Wednesday, 1 February 2017

Re-Fretting Gibson Les Paul Custom

I hope you enjoyed reading Part-I of this article: The Purchase Of Gibson Les Paul Custom.

Before we delve into the re-fret job details, let me introduce to you the creator of the legendary Les Paul guitar: Mr Lester William Polfus.

Meet the genius

Known the world over as Les Paul, he was also called “Rhubarb Red” and “the Wizard of Waukesha”. Born on 09 June 1915, he died aged 94 on 12 August 2009.

Les Paul was an exceptionally innovative guitarist with his own TV show in the 1950s (‘Les Paul and Mary Ford at home’) that featured his wife. The couple had over thirty hit songs if not as many children.

He invented equipment and recording techniques that revolutionised music and recording. The prototype electric guitar known as ‘the log’ was made in 1941. Although Gibson’s President, Ted McCarty, rejected the idea of producing a solid-body electric guitar, he succumbed to commercial pressure when Leo Fender’s Broadcaster (later Fender Telecaster) came out in 1948. Gibson released the ‘Gold Top’ Les Paul guitar in 1952. The rest, as they say, is history.

When singer Bing Crosby gave Les Paul a tape-recorder, he got the idea of modifying it by installing another recording head; this scheme became the basis of latter day multi-track recorders. Such a recorder would enable him and his wife to play and sing multiple parts all by themselves—something unimaginable in those days.
Les & Mary with recording gear

His breakthrough recording, Lover, from 1948 proves his genius. And do listen to what Les Paul and Mary Ford did with How High The Moon and The World Is Waiting For Sunrise.

The innovative sound of flanging can be heard on the song Mammy’s Boogie. This kind of sound would later give birth to ‘flanger’ stomp-boxes for guitarists.

In 2005 Les Paul's final recorded album, American Made, World Played, debuted and featured Keith Richards, Jeff Beck, Sting and Eric Clapton. It won this veteran two Grammy Awards.

1952 Les Paul 'gold-top' 
Les Paul is the only person to be inducted into both the Rock and Roll Hall of Fame and the National Inventors Hall of Fame.

Mentioning all of Les Paul’s achievements is beyond the scope of this article. My own recording studio’s name, ‘Sound on Sound’, paid homage to Les Paul’s amazing recording techniques and the guitar he created.

Nicknames explained

The Les Paul Custom guitar was named ‘Black Beauty’ because of a solid black body accentuated by white edge-binding. The bound ebony fingerboard and block mother-of-pearl inlays were designed to highlight a player’s hands. It does look like a guitar formally dressed for a ball.
Gibson 400 CES

Compare women with guitars in real life and no matter how hard you try, you will never find a neck, a head and beauty to outdo a Les Paul guitar. While great are the temptations of flesh, the ones produced by exotic woods and gold-plated hardware rate higher.

Steve removing the frets
The reason this guitar was nicknamed the ‘Fretless Wonder’, was because of the ultra-low profile of the frets which enabled fast and furious jazzy playing.

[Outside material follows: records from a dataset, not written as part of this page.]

/// The window's statistics at the end of one block: the payload of a record-type-6 frame.
#[derive(Clone, Copy, Debug, Default, PartialEq, Eq)]
#[cfg_attr(feature = "defmt", derive(defmt::Format))]
pub struct Snapshot {
    /// End of the block just closed, ps of receiver time.
    pub t_ps: u64,
    /// Blocks closed since start.
    pub blocks_closed: u64,
    /// Receiver time the window covers, ps.
    pub window_ps: u64,
    /// Time locked within the window, ps.
    pub locked_ps: u64,
    /// Closed blocks in the window.
    pub window_blocks: u8,
    /// Channels described (entries of `detections` and `off_gate` that mean something).
    pub channels: u8,
    /// Active alarms as a bit mask ([`crate::alarms::AlarmKind::bit`]).
    pub active: u8,
    /// Window (errors, tested) per `[basis][intensity]`, saturating at u32::MAX.
    pub tested: [[(u32, u32); MAX_INTENSITIES]; 2],
    /// Upper confidence bound of the alarm's intensity class per basis, ppm (u32::MAX: no data).
    pub upper_ppm: [u32; 2],
    /// Window detections per channel.
    pub detections: [u32; MAX_CHANNELS],
    /// Window detections outside every gate, per channel.
    pub off_gate: [u32; MAX_CHANNELS],
    /// Window slots with a gated detection.
    pub gated_slots: u32,
    /// Window slots with two or more gated detections.
    pub multi_click_slots: u32,
}

fn sat32(v: u64) -> u32 {
    u32::try_from(v).unwrap_or(u32::MAX)
}
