//! Command-line overrides of a scenario's `[alarms]` table (docs/scenario.md).

use crate::scenario::{AlarmsToml, BoundName, Scenario, ScenarioError};
use clap::Args;

const HEADING: &str = "Alarms (override the scenario's [alarms] table, docs/scenario.md)";

/// Alarm thresholds given on the command line; each replaces the scenario's `[alarms]` key.
#[derive(Args, Debug, Clone, Default)]
pub struct AlarmArgs {
    /// Raise the QBER alarm when a basis's window upper bound reaches PCT percent, 0 < PCT <= 50
    /// (alarms.qber_ceiling_pct; default 11.0028, the Shor-Preskill zero).
    #[arg(long, value_name = "PCT", help_heading = HEADING)]
    pub qber_ceiling: Option<f64>,
    /// One-sided failure probability of that bound, 1e-18 <= EPS < 0.5 (alarms.epsilon; default
    /// 1e-10); the table's Clopper-Pearson and Hoeffding columns use it too.
    #[arg(long, value_name = "EPS", help_heading = HEADING)]
    pub alarm_epsilon: Option<f64>,
    /// Bound the QBER alarm uses: wilson (score interval, z = Φ⁻¹(1 − EPS)) or hoeffding
    /// (alarms.bound; default wilson).
    #[arg(long, value_name = "KIND", value_parser = parse_bound, help_heading = HEADING)]
    pub alarm_bound: Option<BoundName>,
}

fn parse_bound(s: &str) -> Result<BoundName, String> {
    match s {
        "wilson" => Ok(BoundName::Wilson),
        "hoeffding" => Ok(BoundName::Hoeffding),
        _ => Err(format!("expected wilson or hoeffding, got {s:?}")),
    }
}

impl AlarmArgs {
    /// Write the overrides into `s` and check them; errors name the option's key.
    pub fn apply(&self, s: &mut Scenario) -> Result<(), ScenarioError> {
        self.apply_to(&mut s.alarms);
        s.alarm_config().map(|_| ()).map_err(|e| ScenarioError {
            source: "command line".into(),
            ..e
        })
    }

    /// Write the overrides into an `[alarms]` table (the caller checks the result).
    pub fn apply_to(&self, a: &mut AlarmsToml) {
        if let Some(v) = self.qber_ceiling {
            a.qber_ceiling_pct = v;
        }
        if let Some(v) = self.alarm_epsilon {
            a.epsilon = v;
        }
        if let Some(v) = self.alarm_bound {
            a.bound = v;
        }
    }
}
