//! The receiver's settings as they sit in flash: the bytes of a `setup.bin` followed by the bytes
//! of a `board.bin` (both written by `hil-host prepare --full`, both with their own CRC).
//!
//! One blob rather than two symbols, so a board team can replace the settings as one file, e.g.
//! by linking a different blob or by writing it to a flash sector of its own.

use core::fmt;
use slotwise_hil::board::BOARD_LEN;
use slotwise_hil::{BoardError, BoardSettings, Setup, SetupError};

/// The example profile committed beside the firmware (invented bench scenario, 100 MHz slots).
pub static PROFILE: &[u8] = include_bytes!("../profile/profile.bin");

/// Offset of the setup's channel count C (see the layout in `slotwise_hil::setup`).
const CHANNELS_AT: usize = 44;
/// Bytes of a setup before its delay entries, plus the gate count and the CRC: 46 + 8·C + 11·G + 4.
const SETUP_FIXED: usize = 46 + 4;

/// Why the profile was refused.
#[derive(Clone, Copy, Debug, PartialEq, Eq)]
#[cfg_attr(feature = "defmt", derive(defmt::Format))]
pub enum ProfileError {
    /// The blob ends before the setup's channel or gate count.
    Truncated,
    /// The setup part was refused.
    Setup(SetupError),
    /// The board part was refused.
    Board(BoardError),
    /// The board part is not exactly `BOARD_LEN` bytes, in bytes.
    BoardLength(usize),
}

impl fmt::Display for ProfileError {
    fn fmt(&self, f: &mut fmt::Formatter<'_>) -> fmt::Result {
        match self {
            Self::Truncated => write!(f, "profile ends inside the setup's counts"),
            Self::Setup(e) => write!(f, "profile setup: {e}"),
            Self::Board(e) => write!(f, "profile board settings: {e}"),
            Self::BoardLength(n) => {
                write!(
                    f,
                    "profile board settings are {n} bytes, expected {BOARD_LEN}"
                )
            }
        }
    }
}

impl core::error::Error for ProfileError {}

/// The decoded profile.
#[derive(Clone, Copy, Debug, PartialEq, Eq)]
pub struct Profile {
    /// TDC, slot clock, gates, sifting.
    pub setup: Setup,
    /// Recovered clock, hint, link, monitor and alarms.
    pub board: BoardSettings,
}

/// Bytes of the setup at the start of `blob`, from its channel and gate counts.
pub fn setup_len(blob: &[u8]) -> Option<usize> {
    let channels = usize::from(*blob.get(CHANNELS_AT)?);
    let gates = usize::from(*blob.get(CHANNELS_AT + 1 + 8 * channels)?);
    Some(SETUP_FIXED + 8 * channels + slotwise_hil::setup::GATE_LEN * gates)
}

/// Split `blob` into its setup and board parts and decode both (each checks its CRC).
pub fn decode(blob: &[u8]) -> Result<Profile, ProfileError> {
    let n = setup_len(blob).ok_or(ProfileError::Truncated)?;
    let (setup, board) = blob.split_at_checked(n).ok_or(ProfileError::Truncated)?;
    if board.len() != BOARD_LEN {
        return Err(ProfileError::BoardLength(board.len()));
    }
    Ok(Profile {
        setup: Setup::decode(setup).map_err(ProfileError::Setup)?,
        board: BoardSettings::decode(board).map_err(ProfileError::Board)?,
    })
}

The ‘Custom’ designation of the Gibson Les Paul model meant it borrowed an ornately inlaid headstock from the company’s most expensive model: Super 400 CES.

Almost every guitarist has either owned or played a Les Paul guitar. The list of guitar Romeos who ended up loving the Les Paulian Juliet is quite mind-numbing. Many professionals who ended up endorsing Fender later in life actually played a Les Paul in younger years. Owning this guitar is like owning a piece of history, pedigree and innovation. Cheap copies will never replace the ‘real thing’ no matter how much Coke ones consumes.
The nut removed
To see how a Gibson Les Paul is made, click HERE.

What does Mr Les Paul sound and look like?

Here are recordings worth listening to:

Les Paul LIVE - and magnificent
Les Paul - Greatest Hits

How does one define ‘Black Beauty’?

Look ma, no frets!
Forget makeup and hot dresses; focus instead on the Les Paul’s following features:
  • Three-piece maple top, mahogany back with ½” slotted weight relief to deliver classic Les Paul tone and resonance.
  • Ebony nitro lacquer finish, multi-ply bindings, pearl block inlays on an ebony board, pearl headstock adornments including the Gibson logo and the famed custom Split Diamond inlay.
  • Historic long tendon neck joint and a traditional hide glue neck construction.
  • A mahogany neck with Les Paul Custom profile provides players with classic Gibson feel and playability.
  • Alnico Super '74 humbuckers, legendary tones (that helped shape the sound of rock 'n' roll in the '70s), a warms and smooth sounding neck pickup, a bridge pickup with plenty of bite and edge for aggressive, screaming leads and solos.
  • Sanded and ready
  • Plastic pick-guard, solid brass gold-plated hardware (including Schaller tuners, an ABR Thumbwheel bridge and a lightweight aluminium stop-bar tailpiece).

Fretting away the moments that make up a dull day

Installing frets
Great as it was, my Les Paul Custom had one serious problem that would not go away: its super-low profile frets produced annoying buzz high up on the fret-board. When sought, expert opinion was firm: ‘individual frets cannot be fixed; all the frets need to be replaced’.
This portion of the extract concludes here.